Greenwashing

Greenwashing dans le textile : « Les labels ont seulement pour but d’assurer le minimum »

Greenwashing

par Maÿlis Dudouet

L’industrie textile n’échappe pas au greenwashing. Pour lutter contre les dérives, militants et associatifs agissent pour informer face à un océan de labels et d’étiquettes aux fondements parfois douteux.

Comment s’habiller sans polluer la planète ? Dans le secteur du textile comme ailleurs, les consommateurs font aujourd’hui face à une multitude de labels censés attester de l’écoresponsabilité des fabricants. Mais comment distinguer les véritables certificats du pur greenwashing ?

« Il n’y a jamais eu autant de labels et pour autant, l’impact de l’industrie textile sur l’environnement n’a jamais été aussi fort, note Pierre Condamine, chargé de campagne au sein de l’ONG Les Amis de la Terre. Sur le papier, un label est une feuille de route censée guider les producteurs et les consommateurs de vêtements vers des méthodes de production respectant un cahier des charges précis.

Mais il faut différencier les labels publics, qui font l’objet de certifications de l’État ou de l’Union européenne, des labels privés financés par des entreprises, ou encore des labels indépendants qui peuvent être rattachés à une ONG. « Les labels participent énormément au greenwashing, critique Pierre Condamine. Aujourd’hui, en Europe, trois produits sur quatre ont une revendication verte, mais la moitié de ces mentions sont vagues, peuvent amener à confusion et ne se basent au final sur rien de concret. »

Des labels pour « assurer le minimum »

Dans un rapport publié en 2019, le réseau d’ONG Clean Clothes Campaign dénonce aussi comment « l’industrie de l’audit social a échoué de manière spectaculaire dans sa mission de protection de la sécurité des travailleurs et d’amélioration des conditions de travail ». Pire, ces cabinets d’audit financés par les entreprises auraient « protégé l’image et la réputation des marques et de leurs modèles commerciaux, tout en faisant obstacle à des modèles plus efficaces qui incluent une transparence obligatoire et des engagements contraignants ».

« Aujourd’hui, les labels n’ont pas pour but d’élever les pratiques, mais plutôt d’assurer le minimum », abonde Victoire Satto, fondatrice de The Good Goods, média spécialisé dans la mode écoresponsable. Elle vise notamment le label Oeko Tex, facultatif et géré par une association du même nom. Il est censé garantir l’absence de produits nocifs pour la santé dans les textiles. « Il s’agit d’un contrôle sanitaire : ça ne veut pas du tout dire que le produit est écologique ou bio. Or, beaucoup de marques revendiquent le label Oeko Tex comme le symbole d’un produit sain », observe la fondatrice de The Good Goods.

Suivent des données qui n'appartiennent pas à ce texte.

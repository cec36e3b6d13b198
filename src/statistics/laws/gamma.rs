//! The gamma law: its tails (the regularised incomplete gamma functions), and those of the chi-square law.

use std::f64::consts::TAU;

use super::stirling::{deviance, stirling_error};
use crate::numbers::functions::exponential;

/// The lower and the upper tail of the gamma law of this shape (positive) and scale 1, at `x` from 0 on.
///
/// By the power series below the mean and the continued fraction above it (Abramowitz & Stegun 1964, 6.5.29 and
/// 6.5.31; evaluation of Lentz 1976). NaN outside the range of the arguments.
pub fn gamma_tails(shape: f64, x: f64) -> (f64, f64) {
    if !(shape > 0.0 && shape.is_finite() && x >= 0.0) {
        return (f64::NAN, f64::NAN);
    }
    if x == 0.0 {
        return (0.0, 1.0);
    }
    if x.is_infinite() {
        return (1.0, 0.0);
    }
    // x^shape exp(-x) / Gamma(shape)
    let front = exponential(-stirling_error(shape) - deviance(shape, x, shape - x)) * (shape / TAU).sqrt();
    if x < shape + 1.0 {
        let mut term = 1.0 / shape;
        let mut sum = term;
        let mut n = 1.0;
        while term > 1e-17 * sum {
            term *= x / (shape + n);
            sum += term;
            n += 1.0;
        }
        let lower = front * sum;
        (lower, 1.0 - lower)
    } else {
        const TINY: f64 = 1e-300;
        let mut denominator = x + 1.0 - shape;
        let mut c = 1.0 / TINY;
        let mut d = 1.0 / denominator;
        let mut value = d;
        let mut n = 1.0;
        while n < 1e7 {
            let numerator = -n * (n - shape);
            denominator += 2.0;
            let below = numerator * d + denominator;
            d = 1.0 / if below.abs() < TINY { TINY } else { below };
            let above = denominator + numerator / c;
            c = if above.abs() < TINY { TINY } else { above };
            let factor = c * d;
            value *= factor;
            if (factor - 1.0).abs() < 1e-16 {
                break;
            }
            n += 1.0;
        }
        let upper = front * value;
        (1.0 - upper, upper)
    }
}

/// The chance that a chi-square variable with so many degrees of freedom is at least `x`.
///
/// ```
/// use thalweg::statistics::laws::chi_square_tail;
/// assert!((chi_square_tail(3.841458820694124, 1.0) - 0.05).abs() < 1e-13);
/// ```
pub fn chi_square_tail(x: f64, degrees: f64) -> f64 {
    gamma_tails(0.5 * degrees, 0.5 * x).1
}

#[cfg(test)]
mod tests {
    use super::super::tests::rows;
    use super::*;

    #[test]
    fn tails_match_the_table() {
        for row in rows("gamma_tails.txt") {
            let [shape, x, lower, upper] = row[..] else { panic!("four numbers a row") };
            let tails = gamma_tails(shape, x);
            for (tail, exact) in [(tails.0, lower), (tails.1, upper)] {
                assert!((tail - exact).abs() <= 1e-11 * exact.max(1e-290), "{shape} {x}: {tail:e}, not {exact:e}");
            }
        }
    }

    #[test]
    fn edges() {
        assert_eq!(gamma_tails(2.0, 0.0), (0.0, 1.0));
        assert_eq!(gamma_tails(2.0, f64::INFINITY), (1.0, 0.0));
        assert!(gamma_tails(-1.0, 1.0).0.is_nan() && gamma_tails(1.0, f64::NAN).1.is_nan());
    }
}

Quand H&M crée son propre label

Il y a aussi les labels créés directement par les multinationales du vêtement. Comme le label BCI, lancé par H&M. « H&M est à l’origine de cette appellation qui certifie des champs de coton qui ne sont pas bio, mais qui utiliseraient moins de pesticides, résume Victoire Sattol. Ce label ne garantit rien en matière de non-exploitation au travail. C’est aussi plus rentable pour les entreprises de vendre du BCI que du bio, et le consommateur est persuadé de consommer des produits bons pour l’environnement. »

D’autres pratiques jouent sur le flou autour de l’écoresponsabilité d’un produit. Par exemple, « végan, ce n’est pas une certification, ça veut dire qu’aucun animal n’a été violenté, rappelle la fondatrice du média spécialisé. Le problème, c’est qu’un tee-shirt en coton estampillé végan, ça ne sert à rien, l’animal ne rentre pas en compte dans sa production, rappelle Eloïse Moigno, qui alerte : « Le greenwashing se cache dans les détails. »

Dans son ouvrage La Face cachée des étiquettes, Eloïse Moigno compare 45 labels du secteur textile. Elle a aussi fondé son propre label écoresponsable pour la mode, SloWeAre. Elle continue donc à défendre la pratique de labellisation. Pour elle, « le label est un outil de sensibilisation et un vecteur de changement ».